The resolution of an HDTV is 1920x1080 = approx 2 megapixels, assuming that the image is zoomed to fill the screen. A 4K TV is 3840x2160 pixels = approx 8 megapixels, well within the still image resolution provided by the 6D sensor, giving you scope to crop and zoom before the file resolution exceeds that of the 4K TV display. 

My HDTV is great for TV, which is broadcast at no more than 1920x1080 pixels, but I also use it as a computer display, for which I would love 4K. 

Computer displays are now going beyond 4K, it may be worth looking at those if you don't need TV functionality. Like all new technologies, they are expensive at first but will only come down in price. 

The latest top spec iMac has a 13 megapixel 5K display at 27 inches, inconceivable just a few years back.


----------



## OKO-SAN (Nov 14, 2014)

6d hdmi cable connected to 4K TV in the store and look at the result. Store managers say that chooses a suitable color scheme and it will save you from pressing need for immediate purchase http://canonrumors.com/forum/Smileys/default/wink.gif


----------



## zim (Nov 14, 2014)

LovePhotography said:


> Will Canon 6D best resolution jpegs or RAW photos display better on a new UHD 4K monitor than a regular 1080P monitor? I don't watch TV (haven't for >20 years) but I have a 55 inch fast refresh rate 1080p TV for my computer monitor, which I love. But, sitting close you can see the pixels. So, I'd love to spend the dough for a similar 4K monitor, but, since website stuff if so compressed and will look crappy on a 4k monitor (still), one of the main joys of getting it would be if my Canon 6D pictures looked better. Thanks.
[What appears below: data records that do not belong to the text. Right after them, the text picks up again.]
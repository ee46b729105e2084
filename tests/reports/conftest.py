"""Fixtures for report tests: one small simulated workspace and the reports made from it.

The caseload is simulated with ``hmm.simulate.simulate_caseload`` from the demo model (invented
rates), stored through the real workspace, and assessed by the real follow-up code. Reports are
built once per session (they take a few seconds each) and shared by the tests.
"""

from __future__ import annotations

import datetime as dt
from pathlib import Path

import numpy as np
import pytest

from reports_helpers import AS_OF, FORMULA_COORDINATORS, SINCE

FIRST_DAY = (dt.date(2024, 6, 3) - dt.date(1970, 1, 1)).days
N_CASES = 36


def _simulated_batch(model, rng):
    from caseview.storage.contact_writer import ContactBatch
    from hmm.simulate import simulate_caseload

    as_of_day = (AS_OF - dt.date(1970, 1, 1)).days
    times, covariates = [], []
    for i in range(N_CASES):
        start = FIRST_DAY + int(rng.integers(0, 500))
        gaps = rng.integers(14, 113, size=40)           # every 2 to 16 weeks (SCENARIO.md)
        days = start + np.concatenate([[0], np.cumsum(gaps)])
        days = days[days <= as_of_day - 2]
        times.append(days.astype(float))
        covariates.append([float(rng.random() < 0.4), float(rng.random() < 0.3)])
    simulated = simulate_caseload(model, times, np.array(covariates), rng, missing_probability=0.15)
    t = simulated.timelines
    case_codes = np.array([f"T-{i + 1:04d}" for i in t.case_of_contact], dtype=object)
    coordinators = np.array([f"C{i % 3 + 1}" for i in t.case_of_contact], dtype=object)
    for k, code in enumerate(FORMULA_COORDINATORS):          # one case each
        coordinators[t.case_of_contact == N_CASES - 1 - k] = code
    known = np.full(t.n_contacts, "", dtype=object)
    exact = t.allowed_stages.sum(axis=1) == 1
    known[exact] = [model.stages[int(np.argmax(row))] for row in t.allowed_stages[exact]]
    return ContactBatch(case_codes, t.times.astype(np.int64), coordinators, tuple(c.name for c in model.channels),
                        tuple(c.categories for c in model.channels), t.observations.astype(np.int16),
                        tuple(model.covariates), t.covariates.astype(float), known)


@pytest.fixture(scope="session")
def report_workspace(tmp_path_factory):
    """Path of a workspace with a simulated caseload, one review recorded."""
    from caseview.followup import assess_caseload, record_review
    from caseview.storage import Workspace

    root = Path(__file__).resolve().parents[2]
    model_text = (root / "resources" / "models" / "home_support_demo.json").read_text(encoding="utf-8")
    path = tmp_path_factory.mktemp("reports") / "simulated.cvw"
    ws = Workspace.create(path, model_text, "tester")
    model, _ = ws.current_model()
    with ws.transaction():  # audited like an import, so the audit trail covers the rows
        counts = ws.write_contacts(_simulated_batch(model, np.random.default_rng(20261130)))
        ws.audit_append("tester", "import", "simulated timelines", {}, changes=counts.row_changes)
    assessment = assess_caseload(ws, AS_OF, 90.0)
    flagged = [str(c) for c, f in zip(assessment.scores.case_ids, assessment.is_flagged) if f]
    assert len(flagged) >= 3, "the simulated caseload should have some flagged cases"
    record_review(ws, flagged[0], "acknowledged", "seen at meeting", "supervisor-1", assessment)
    ws.close()
    return path


@pytest.fixture(scope="session")
def original_contact_days(report_workspace):
    """Case ID -> every contact day (days since 1970-01-01) stored in the workspace."""
    from caseview.storage import Workspace

    with Workspace.open(report_workspace) as ws:
        model, _ = ws.current_model()
        caseload = ws.load_caseload(model)
    t = caseload.timelines
    return {str(caseload.case_ids[i]): caseload.contact_days[t.offsets[i]:t.offsets[i + 1]].tolist()
            for i in range(t.n_cases)}


def _build(report_workspace, tmp_path_factory, name, **options):
    from caseview.reports import build_report
    from caseview.storage import Workspace

    out = tmp_path_factory.mktemp("out") / name
    with Workspace.open(report_workspace) as ws:
        result = build_report(ws, AS_OF, out, actor="report-tester", **options)
    return result


@pytest.fixture(scope="session")
def calendar_reports(report_workspace, tmp_path_factory):
    return {kind: _build(report_workspace, tmp_path_factory, f"calendar.{kind}", since=SINCE)
            for kind in ("pdf", "xlsx", "csv")}


@pytest.fixture(scope="session")
def relative_reports(report_workspace, tmp_path_factory):
    return {kind: _build(report_workspace, tmp_path_factory, f"relative.{kind}", since=SINCE, dates="relative")
            for kind in ("pdf", "xlsx", "csv")}


@pytest.fixture(scope="session")
def shifted_reports(report_workspace, tmp_path_factory):
    return {kind: _build(report_workspace, tmp_path_factory, f"shifted.{kind}", dates="shifted", seed=7)
            for kind in ("pdf", "xlsx", "csv")}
WOOOOWWW...... sorry to take this off topic but you haven't watched telly for over 20 years, really ?


----------



## LovePhotography (Nov 14, 2014)

zim said:


> LovePhotography said:
> 
> 
> > Will Canon 6D best resolution jpegs or RAW photos display better on a new UHD 4K monitor than a regular 1080P monitor? I don't watch TV (haven't for >20 years) but I have a 55 inch fast refresh rate 1080p TV for my computer monitor, which I love. But, sitting close you can see the pixels. So, I'd love to spend the dough for a similar 4K monitor, but, since website stuff if so compressed and will look crappy on a 4k monitor (still), one of the main joys of getting it would be if my Canon 6D pictures looked better. Thanks.
> ...



Nope. Don't have cable. Don't have an antenna. Have never seen an episode of Friends, Desperate Housewives or any Survivor-type show. Only miss it 2-3 times a year. If it's really, really important, the highlights are on Youtube. But, no, I haven't watched TV for decades, and don't miss it a lick.


----------



## LovePhotography (Nov 14, 2014)

dilbert said:


> Oh, when you look at whichever 4k/UHDTV screen it is you are interested in, if it isn't advertised as being "100% Rec 2020 compatible" with HDMI 2.0 capability then it is already obsolete and not worth parting with cash for.



Thanks!


----------



## LovePhotography (Nov 14, 2014)

e17paul said:


> The resolution of an HDTV is 1920x1080 = approx 2 megapixels, assuming that the image is zoomed to fill the screen. A 4K TV is 3840x2160 pixels = approx 8 megapixels, well within the still image resolution provided by the 6D sensor, giving you scope to crop and zoom before the file resolution exceeds that of the 4K TV display.
> 
> My HDTV is great for TV, which is broadcast at no more than 1920x1080 pixels, but I also use it as a computer display, for which I would love 4K.
> 
> ...



Thank you to all for all the helpful information. Much appreciated.


----------



## Nethawk (Nov 14, 2014)

If accurate reproduction is absolutely necessary I encourage spending the money to have whatever display you decide upon professionally calibrated specific to your camera's profile. For consumer televisions there are multiple modes that make this easy to switch between video, games, images, etc. Monitors probably less so, but any camera-specific calibration is sure to benefit anything you might do on your computer.


----------



## Steve (Nov 15, 2014)

LovePhotography said:


> Nope. Don't have cable. Don't have an antenna. Have never seen an episode of Friends, Desperate Housewives or any Survivor-type show. Only miss it 2-3 times a year. If it's really, really important, the highlights are on Youtube. But, no, I haven't watched TV for decades, and don't miss it a lick.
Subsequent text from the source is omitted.